:: WHAT NEEDS TO BE DONE ::
Return every record exactly as written.
━━━━━━━━━━━━━━━━
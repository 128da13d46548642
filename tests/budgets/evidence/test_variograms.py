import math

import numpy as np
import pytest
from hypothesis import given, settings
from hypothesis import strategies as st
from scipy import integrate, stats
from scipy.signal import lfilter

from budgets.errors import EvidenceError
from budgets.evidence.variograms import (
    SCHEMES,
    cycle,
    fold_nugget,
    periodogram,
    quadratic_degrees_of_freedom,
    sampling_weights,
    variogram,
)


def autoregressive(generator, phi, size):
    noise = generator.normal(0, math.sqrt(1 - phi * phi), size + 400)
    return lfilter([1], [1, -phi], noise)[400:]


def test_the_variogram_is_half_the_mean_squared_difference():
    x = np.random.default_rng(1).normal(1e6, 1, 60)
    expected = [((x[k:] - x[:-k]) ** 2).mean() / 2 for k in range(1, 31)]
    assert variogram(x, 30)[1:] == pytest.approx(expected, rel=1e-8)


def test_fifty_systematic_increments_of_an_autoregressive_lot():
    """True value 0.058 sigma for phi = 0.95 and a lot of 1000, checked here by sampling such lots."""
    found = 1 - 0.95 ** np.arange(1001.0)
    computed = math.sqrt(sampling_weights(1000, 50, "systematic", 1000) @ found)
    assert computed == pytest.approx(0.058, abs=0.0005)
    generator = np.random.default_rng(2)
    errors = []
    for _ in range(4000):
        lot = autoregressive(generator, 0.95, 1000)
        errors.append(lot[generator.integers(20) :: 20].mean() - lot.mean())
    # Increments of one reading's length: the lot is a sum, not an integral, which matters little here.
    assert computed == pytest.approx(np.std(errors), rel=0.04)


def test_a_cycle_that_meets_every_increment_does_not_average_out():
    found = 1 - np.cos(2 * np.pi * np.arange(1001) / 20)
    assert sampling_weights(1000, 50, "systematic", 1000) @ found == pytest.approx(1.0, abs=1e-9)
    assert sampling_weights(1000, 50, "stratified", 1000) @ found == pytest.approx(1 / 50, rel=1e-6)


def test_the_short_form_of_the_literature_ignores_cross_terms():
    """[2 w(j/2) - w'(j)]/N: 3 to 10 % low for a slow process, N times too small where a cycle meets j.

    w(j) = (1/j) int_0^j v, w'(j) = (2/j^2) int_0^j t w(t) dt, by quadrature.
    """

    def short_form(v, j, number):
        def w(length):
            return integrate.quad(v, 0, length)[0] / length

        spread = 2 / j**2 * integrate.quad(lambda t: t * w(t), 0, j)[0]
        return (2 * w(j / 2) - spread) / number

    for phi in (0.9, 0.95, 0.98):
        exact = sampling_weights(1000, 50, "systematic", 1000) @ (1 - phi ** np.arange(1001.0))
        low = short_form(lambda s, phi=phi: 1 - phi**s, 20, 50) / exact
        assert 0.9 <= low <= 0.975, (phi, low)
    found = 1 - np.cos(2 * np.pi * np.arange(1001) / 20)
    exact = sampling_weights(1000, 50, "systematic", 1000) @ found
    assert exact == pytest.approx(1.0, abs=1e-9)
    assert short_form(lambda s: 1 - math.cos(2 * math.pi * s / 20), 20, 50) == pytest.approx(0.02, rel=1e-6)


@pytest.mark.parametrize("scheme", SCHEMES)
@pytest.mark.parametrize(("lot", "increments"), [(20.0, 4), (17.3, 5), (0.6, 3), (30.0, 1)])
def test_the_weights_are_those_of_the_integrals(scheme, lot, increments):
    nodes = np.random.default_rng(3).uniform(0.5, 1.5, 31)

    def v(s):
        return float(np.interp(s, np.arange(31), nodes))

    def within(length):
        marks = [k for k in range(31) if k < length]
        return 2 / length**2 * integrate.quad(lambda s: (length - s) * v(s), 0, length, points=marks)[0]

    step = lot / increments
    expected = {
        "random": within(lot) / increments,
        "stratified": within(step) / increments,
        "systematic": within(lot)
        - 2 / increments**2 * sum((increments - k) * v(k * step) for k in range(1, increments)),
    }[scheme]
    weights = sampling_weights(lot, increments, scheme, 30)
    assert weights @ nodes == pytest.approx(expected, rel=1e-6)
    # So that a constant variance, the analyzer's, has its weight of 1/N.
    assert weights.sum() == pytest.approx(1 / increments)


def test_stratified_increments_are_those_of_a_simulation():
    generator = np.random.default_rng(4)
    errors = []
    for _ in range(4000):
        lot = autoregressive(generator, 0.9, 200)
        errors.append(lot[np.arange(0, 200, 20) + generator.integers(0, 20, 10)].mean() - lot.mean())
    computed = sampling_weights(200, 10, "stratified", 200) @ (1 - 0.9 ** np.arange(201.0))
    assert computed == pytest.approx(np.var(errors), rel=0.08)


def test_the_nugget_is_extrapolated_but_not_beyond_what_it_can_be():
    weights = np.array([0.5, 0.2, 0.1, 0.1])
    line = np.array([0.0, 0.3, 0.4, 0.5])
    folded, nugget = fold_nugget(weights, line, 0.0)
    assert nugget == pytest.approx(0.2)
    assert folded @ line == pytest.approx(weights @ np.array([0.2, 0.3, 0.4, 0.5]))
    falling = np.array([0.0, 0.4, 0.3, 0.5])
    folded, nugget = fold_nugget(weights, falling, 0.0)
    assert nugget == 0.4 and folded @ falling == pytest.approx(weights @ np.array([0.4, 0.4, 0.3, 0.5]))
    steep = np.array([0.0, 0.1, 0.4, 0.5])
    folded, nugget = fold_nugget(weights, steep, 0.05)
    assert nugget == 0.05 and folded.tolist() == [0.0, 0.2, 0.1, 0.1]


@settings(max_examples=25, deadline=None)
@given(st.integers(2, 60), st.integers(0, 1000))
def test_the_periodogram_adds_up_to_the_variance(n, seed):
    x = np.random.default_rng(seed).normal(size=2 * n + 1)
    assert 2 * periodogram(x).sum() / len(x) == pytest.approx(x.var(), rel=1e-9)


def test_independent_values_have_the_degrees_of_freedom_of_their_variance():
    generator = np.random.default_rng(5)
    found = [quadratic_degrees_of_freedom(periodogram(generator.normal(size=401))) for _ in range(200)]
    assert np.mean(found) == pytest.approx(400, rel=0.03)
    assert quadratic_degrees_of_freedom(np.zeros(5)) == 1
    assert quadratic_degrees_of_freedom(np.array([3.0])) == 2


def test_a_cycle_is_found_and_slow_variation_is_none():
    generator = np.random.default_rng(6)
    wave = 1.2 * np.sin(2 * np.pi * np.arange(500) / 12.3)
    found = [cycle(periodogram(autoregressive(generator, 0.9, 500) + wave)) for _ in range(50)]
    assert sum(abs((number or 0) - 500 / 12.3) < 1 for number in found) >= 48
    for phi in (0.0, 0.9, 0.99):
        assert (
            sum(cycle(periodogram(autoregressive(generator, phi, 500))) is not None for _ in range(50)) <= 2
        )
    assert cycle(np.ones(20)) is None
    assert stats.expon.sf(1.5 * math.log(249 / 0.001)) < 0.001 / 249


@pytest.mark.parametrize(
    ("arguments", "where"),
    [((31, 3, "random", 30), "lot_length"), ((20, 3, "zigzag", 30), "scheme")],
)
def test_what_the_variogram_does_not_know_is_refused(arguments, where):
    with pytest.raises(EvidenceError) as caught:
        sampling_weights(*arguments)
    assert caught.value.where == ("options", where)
━━━━━━━━━━━━━━━━
:: EXERCISE ANSWER ::
repository 128da13d46548642
filename tests/budgets/evidence/test_variograms.py
import math

import numpy as np
import pytest
from hypothesis import given, settings
from hypothesis import strategies as st
from scipy import integrate, stats
from scipy.signal import lfilter

from budgets.errors import EvidenceError
from budgets.evidence.variograms import (
    SCHEMES,
    cycle,
    fold_nugget,
    periodogram,
    quadratic_degrees_of_freedom,
    sampling_weights,
    variogram,
)


def autoregressive(generator, phi, size):
    noise = generator.normal(0, math.sqrt(1 - phi * phi), size + 400)
    return lfilter([1], [1, -phi], noise)[400:]


def test_the_variogram_is_half_the_mean_squared_difference():
    x = np.random.default_rng(1).normal(1e6, 1, 60)
    expected = [((x[k:] - x[:-k]) ** 2).mean() / 2 for k in range(1, 31)]
    assert variogram(x, 30)[1:] == pytest.approx(expected, rel=1e-8)


def test_fifty_systematic_increments_of_an_autoregressive_lot():
    """True value 0.058 sigma for phi = 0.95 and a lot of 1000, checked here by sampling such lots."""
    found = 1 - 0.95 ** np.arange(1001.0)
    computed = math.sqrt(sampling_weights(1000, 50, "systematic", 1000) @ found)
    assert computed == pytest.approx(0.058, abs=0.0005)
    generator = np.random.default_rng(2)
    errors = []
    for _ in range(4000):
        lot = autoregressive(generator, 0.95, 1000)
        errors.append(lot[generator.integers(20) :: 20].mean() - lot.mean())
    # Increments of one reading's length: the lot is a sum, not an integral, which matters little here.
    assert computed == pytest.approx(np.std(errors), rel=0.04)


def test_a_cycle_that_meets_every_increment_does_not_average_out():
    found = 1 - np.cos(2 * np.pi * np.arange(1001) / 20)
    assert sampling_weights(1000, 50, "systematic", 1000) @ found == pytest.approx(1.0, abs=1e-9)
    assert sampling_weights(1000, 50, "stratified", 1000) @ found == pytest.approx(1 / 50, rel=1e-6)


def test_the_short_form_of_the_literature_ignores_cross_terms():
    """[2 w(j/2) - w'(j)]/N: 3 to 10 % low for a slow process, N times too small where a cycle meets j.

    w(j) = (1/j) int_0^j v, w'(j) = (2/j^2) int_0^j t w(t) dt, by quadrature.
    """

    def short_form(v, j, number):
        def w(length):
            return integrate.quad(v, 0, length)[0] / length

        spread = 2 / j**2 * integrate.quad(lambda t: t * w(t), 0, j)[0]
        return (2 * w(j / 2) - spread) / number

    for phi in (0.9, 0.95, 0.98):
        exact = sampling_weights(1000, 50, "systematic", 1000) @ (1 - phi ** np.arange(1001.0))
        low = short_form(lambda s, phi=phi: 1 - phi**s, 20, 50) / exact
        assert 0.9 <= low <= 0.975, (phi, low)
    found = 1 - np.cos(2 * np.pi * np.arange(1001) / 20)
    exact = sampling_weights(1000, 50, "systematic", 1000) @ found
    assert exact == pytest.approx(1.0, abs=1e-9)
    assert short_form(lambda s: 1 - math.cos(2 * math.pi * s / 20), 20, 50) == pytest.approx(0.02, rel=1e-6)


@pytest.mark.parametrize("scheme", SCHEMES)
@pytest.mark.parametrize(("lot", "increments"), [(20.0, 4), (17.3, 5), (0.6, 3), (30.0, 1)])
def test_the_weights_are_those_of_the_integrals(scheme, lot, increments):
    nodes = np.random.default_rng(3).uniform(0.5, 1.5, 31)

    def v(s):
        return float(np.interp(s, np.arange(31), nodes))

    def within(length):
        marks = [k for k in range(31) if k < length]
        return 2 / length**2 * integrate.quad(lambda s: (length - s) * v(s), 0, length, points=marks)[0]

    step = lot / increments
    expected = {
        "random": within(lot) / increments,
        "stratified": within(step) / increments,
        "systematic": within(lot)
        - 2 / increments**2 * sum((increments - k) * v(k * step) for k in range(1, increments)),
    }[scheme]
    weights = sampling_weights(lot, increments, scheme, 30)
    assert weights @ nodes == pytest.approx(expected, rel=1e-6)
    # So that a constant variance, the analyzer's, has its weight of 1/N.
    assert weights.sum() == pytest.approx(1 / increments)


def test_stratified_increments_are_those_of_a_simulation():
    generator = np.random.default_rng(4)
    errors = []
    for _ in range(4000):
        lot = autoregressive(generator, 0.9, 200)
        errors.append(lot[np.arange(0, 200, 20) + generator.integers(0, 20, 10)].mean() - lot.mean())
    computed = sampling_weights(200, 10, "stratified", 200) @ (1 - 0.9 ** np.arange(201.0))
    assert computed == pytest.approx(np.var(errors), rel=0.08)


def test_the_nugget_is_extrapolated_but_not_beyond_what_it_can_be():
    weights = np.array([0.5, 0.2, 0.1, 0.1])
    line = np.array([0.0, 0.3, 0.4, 0.5])
    folded, nugget = fold_nugget(weights, line, 0.0)
    assert nugget == pytest.approx(0.2)
    assert folded @ line == pytest.approx(weights @ np.array([0.2, 0.3, 0.4, 0.5]))
    falling = np.array([0.0, 0.4, 0.3, 0.5])
    folded, nugget = fold_nugget(weights, falling, 0.0)
    assert nugget == 0.4 and folded @ falling == pytest.approx(weights @ np.array([0.4, 0.4, 0.3, 0.5]))
    steep = np.array([0.0, 0.1, 0.4, 0.5])
    folded, nugget = fold_nugget(weights, steep, 0.05)
    assert nugget == 0.05 and folded.tolist() == [0.0, 0.2, 0.1, 0.1]


@settings(max_examples=25, deadline=None)
@given(st.integers(2, 60), st.integers(0, 1000))
def test_the_periodogram_adds_up_to_the_variance(n, seed):
    x = np.random.default_rng(seed).normal(size=2 * n + 1)
    assert 2 * periodogram(x).sum() / len(x) == pytest.approx(x.var(), rel=1e-9)


def test_independent_values_have_the_degrees_of_freedom_of_their_variance():
    generator = np.random.default_rng(5)
    found = [quadratic_degrees_of_freedom(periodogram(generator.normal(size=401))) for _ in range(200)]
    assert np.mean(found) == pytest.approx(400, rel=0.03)
    assert quadratic_degrees_of_freedom(np.zeros(5)) == 1
    assert quadratic_degrees_of_freedom(np.array([3.0])) == 2


def test_a_cycle_is_found_and_slow_variation_is_none():
    generator = np.random.default_rng(6)
    wave = 1.2 * np.sin(2 * np.pi * np.arange(500) / 12.3)
    found = [cycle(periodogram(autoregressive(generator, 0.9, 500) + wave)) for _ in range(50)]
    assert sum(abs((number or 0) - 500 / 12.3) < 1 for number in found) >= 48
    for phi in (0.0, 0.9, 0.99):
        assert (
            sum(cycle(periodogram(autoregressive(generator, phi, 500))) is not None for _ in range(50)) <= 2
        )
    assert cycle(np.ones(20)) is None
    assert stats.expon.sf(1.5 * math.log(249 / 0.001)) < 0.001 / 249


@pytest.mark.parametrize(
    ("arguments", "where"),
    [((31, 3, "random", 30), "lot_length"), ((20, 3, "zigzag", 30), "scheme")],
)
def test_what_the_variogram_does_not_know_is_refused(arguments, where):
    with pytest.raises(EvidenceError) as caught:
        sampling_weights(*arguments)
    assert caught.value.where == ("options", where)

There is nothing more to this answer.